I would suggest actually trying a different method of transferring files, such as ftp in order to truly know if your network is working properly. Don't use scp (ssh file copy), because it uses encryption and your slow Pentium3 machine would be the bottleneck there, not the network.

----------

## Dieter@be

1) I know that samba file transferring is not very optimal (compared to ftp or nfs or whatever), but i have many windows machines, and it is very user-friendly, i want to use it.

Besides i'm perfectly satisfied with a rate of 6-8 MB/s which should work perfectly (it works with another machine on this lan, and it worked perfectly on this machine too, untill a few weeks ago) 

2)I know that samba transferring goes (much) slower then netio benchmarks, i just benched the link to find out if this was the problem.  I dont think there is a problem with the network link if it can perfectly sustain 11MB/s

----------

## Aonoa

I just mentioned ftp as a network test.  :Smile:  I assume you haven't changed your smb.conf before this happened? could you try transferring something through samba and at the same time browse the internet or some other action that will use bandwidth. See if generating more traffic at the same time will speed it up.

----------

## Dieter@be

first i installed samba, kept smb.conf default (except the share settings themselves offcourse) and i got good 6+MB/s speeds

then for some reason the speed got killed, and since then i reach 1 MB/s maximum.  I didnt do much to invoke this, except maybe emerging some other packages

its only after that i started tinkering with the other smb.conf options (not that i noticed a performance gain because of it   :Wink:  )

btw didnt really notice a performance increase while doing stuff like surfing (or loading 20 websites at once   :Wink:  )

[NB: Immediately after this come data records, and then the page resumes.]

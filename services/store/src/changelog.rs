//! A partition's state as a changelog: the records a commit publishes
//! (every key it sets or removes, then an end-of-commit marker), how a
//! partition is rebuilt from them, and which changelog offset the local
//! copy reflects.
//!
//! The marker makes a commit the unit of restore: records after the last
//! marker belong to a commit whose publication did not finish (the process
//! died in the middle) and are not applied. They stay in the log, though,
//! and the next commit's marker would cover them, so the restoring instance
//! publishes an undo first ([`Restored::undo`]): every key of that tail set
//! back to its restored value (or removed), then a marker. The log then
//! gives the restored state whatever compaction keeps (a later record of a
//! key wins).

use sled::IVec;

use crate::changes::ChangeSet;
use crate::codec::decode_offset;
use crate::StoreError;

/// The key of the end-of-commit marker. No state key starts with `~`.
pub const COMMIT_MARKER: &[u8] = b"~commit";

/// The local key holding the changelog offset the partition's local copy
/// reflects (never published itself).
pub(crate) const CHANGELOG_OFFSET_KEY: &[u8] = b"mchangelog";

/// The changelog offset a tree reflects, if recorded.
pub(crate) fn changelog_offset(tree: &sled::Tree) -> Result<Option<i64>, StoreError> {
    tree.get(CHANGELOG_OFFSET_KEY)?.map(|v| decode_offset(&v)).transpose()
}

/// Rebuilds one partition's state from its changelog, read from the
/// beginning: [`Restore::record`] for every record in order, then
/// [`Restore::finish`]. The partition's old local state is gone from the
/// moment [`crate::Store::restore`] returns.
pub struct Restore {
    pub(crate) tree: sled::Tree,
    pub(crate) db: sled::Db,
    pub(crate) pending: ChangeSet,
    pub(crate) applied: u64,
}

impl Restore {
    /// One changelog record: `value` `None` is a tombstone. A commit's
    /// records are written when its marker is read.
    pub fn record(&mut self, key: &[u8], value: Option<&[u8]>) -> Result<(), StoreError> {
        if key == COMMIT_MARKER {
            self.applied += self.pending.len() as u64;
            std::mem::take(&mut self.pending).apply(&self.tree)?;
            return Ok(());
        }
        match value {
            Some(v) => self.pending.set(IVec::from(key), IVec::from(v)),
            None => self.pending.remove(IVec::from(key)),
        }
        Ok(())
    }

    /// Ends the restore with the changelog read up to `read_through` (the
    /// offset of the last record read): records of an unfinished commit
    /// are dropped, the offset is recorded, and everything is made durable.
    pub fn finish(self, read_through: i64) -> Result<Restored, StoreError> {
        let mut undo = ChangeSet::default();
        let mut seen = std::collections::BTreeSet::new();
        for (key, _) in self.pending.iter() {
            if seen.insert(key.to_vec()) {
                match self.tree.get(key)? {
                    Some(v) => undo.set(IVec::from(key), v),
                    None => undo.remove(IVec::from(key)),
                }
            }
        }
        self.tree.insert(CHANGELOG_OFFSET_KEY, &read_through.to_be_bytes()[..])?;
        self.db.flush()?;
        Ok(Restored { applied: self.applied, undo })
    }
}

/// What a restore did.
#[derive(Debug)]
pub struct Restored {
    /// Records applied.
    pub applied: u64,
    /// Writes that undo the records of an unfinished commit at the end of
    /// the log (each of its keys back to the restored value, or removed):
    /// publish them, with a marker, before anything else (empty: nothing to
    /// undo).
    pub undo: ChangeSet,
}

/// Every record of a tree as a changelog carries it (the local changelog
/// offset left out), in key order.
pub(crate) fn records(tree: &sled::Tree) -> impl Iterator<Item = Result<(IVec, IVec), StoreError>> + '_ {
    tree.iter().filter_map(|item| match item {
        Ok((k, _)) if k.as_ref() == CHANGELOG_OFFSET_KEY => None,
        Ok(kv) => Some(Ok(kv)),
        Err(e) => Some(Err(e.into())),
    })
}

(but i lack the tools for measuring the traffic of 1 specific application, i can only measure the total traffic)

----------

## Aonoa

I have had my own share of performance issues with samba shares as well, and nothing I ever did in smb.conf ever made any difference either. I stream my movies through a samba share, samba is easy to use there's nothing to say about that. As a networking protocol however I really don't like it, I'm considering using shfs instead.

Which filesystem are you using, smbfs or cifs? If you are using smbfs, remove smbfs support and try using cifs only.

```
mount -t cifs /server/share /mnt/point
```

----------

## Dieter@be

hm i think smbfs, i might change it to cifs when i'm in linux, but even when on windows on my computer it goes equally slow (1MB/s MAX download)

funny remark though, i can upload at a rate of 7+MB/s, so its only the download speed

----------

## Aonoa

That is quite odd, same with Linux and Windows? 7MB/s up but <1MB/s down? Weird.   :Surprised: 

Sure it's not a hardware problem then, tried changing the NIC (Network Card) or something?

----------

## Dieter@be

jep, as stated, both on windows and linux on the same system, connected to the fileserver, didnt change anything because network benchmarks give me 11+MB/s tcp traffic

----------

## Aonoa

Benchmarking is one thing, have you tried actual traffic? or does the software send tcp traffic? I can't say I have a clue as to what's wrong then.

----------

## Dieter@be

I found the problem! if you want to know how i found it, read this:

Lets say :

 :Arrow:  Fileserver with samba = A

 :Arrow:  my computer = B

 :Arrow:  the other computer on the lan that gives no problems = C

ftp results: (pure-ftpd server on A, bulletproof ftp server on B, using file of +/- 100MB)

B->A 4-5MB/s

A->B 100~400~800 kB/s ... exactly the same speed as samba (so its not samba's fault).  

C->A about 7MB/s 

A->C 10MB/s !!

B->B upload 12MB/s and climbing 

B->B download 46MB/s (  :Laughing:  )

B->C 7MB/s 

C->B less then 1MB/s ...

so I guess we have found the problem here, sort of... its not samba, its not even the fileserver at all, its just all uploads towards my computer (B) that go wrong, so i'll do some further (hardware) testing...

----------

## Aonoa

Nothing like a bit of thorough network testing.  :Smile:  So it's your computer's (B) input/recieving that's faulty in some way. I'll give it some thought and let you know if I have any ideas. I'm interested in knowing how this is resolved.

----------

## Dieter@be

I have no idea why, but I just unplugged the power from the switch and disconnected and plugged in all the network cables again, and all was just fine again   :Very Happy:   :Confused:   :Surprised: 

i'm just guessing, maybe it was some kind of "noise, build-up" ? caused by using UTP cables and electrical interference or something...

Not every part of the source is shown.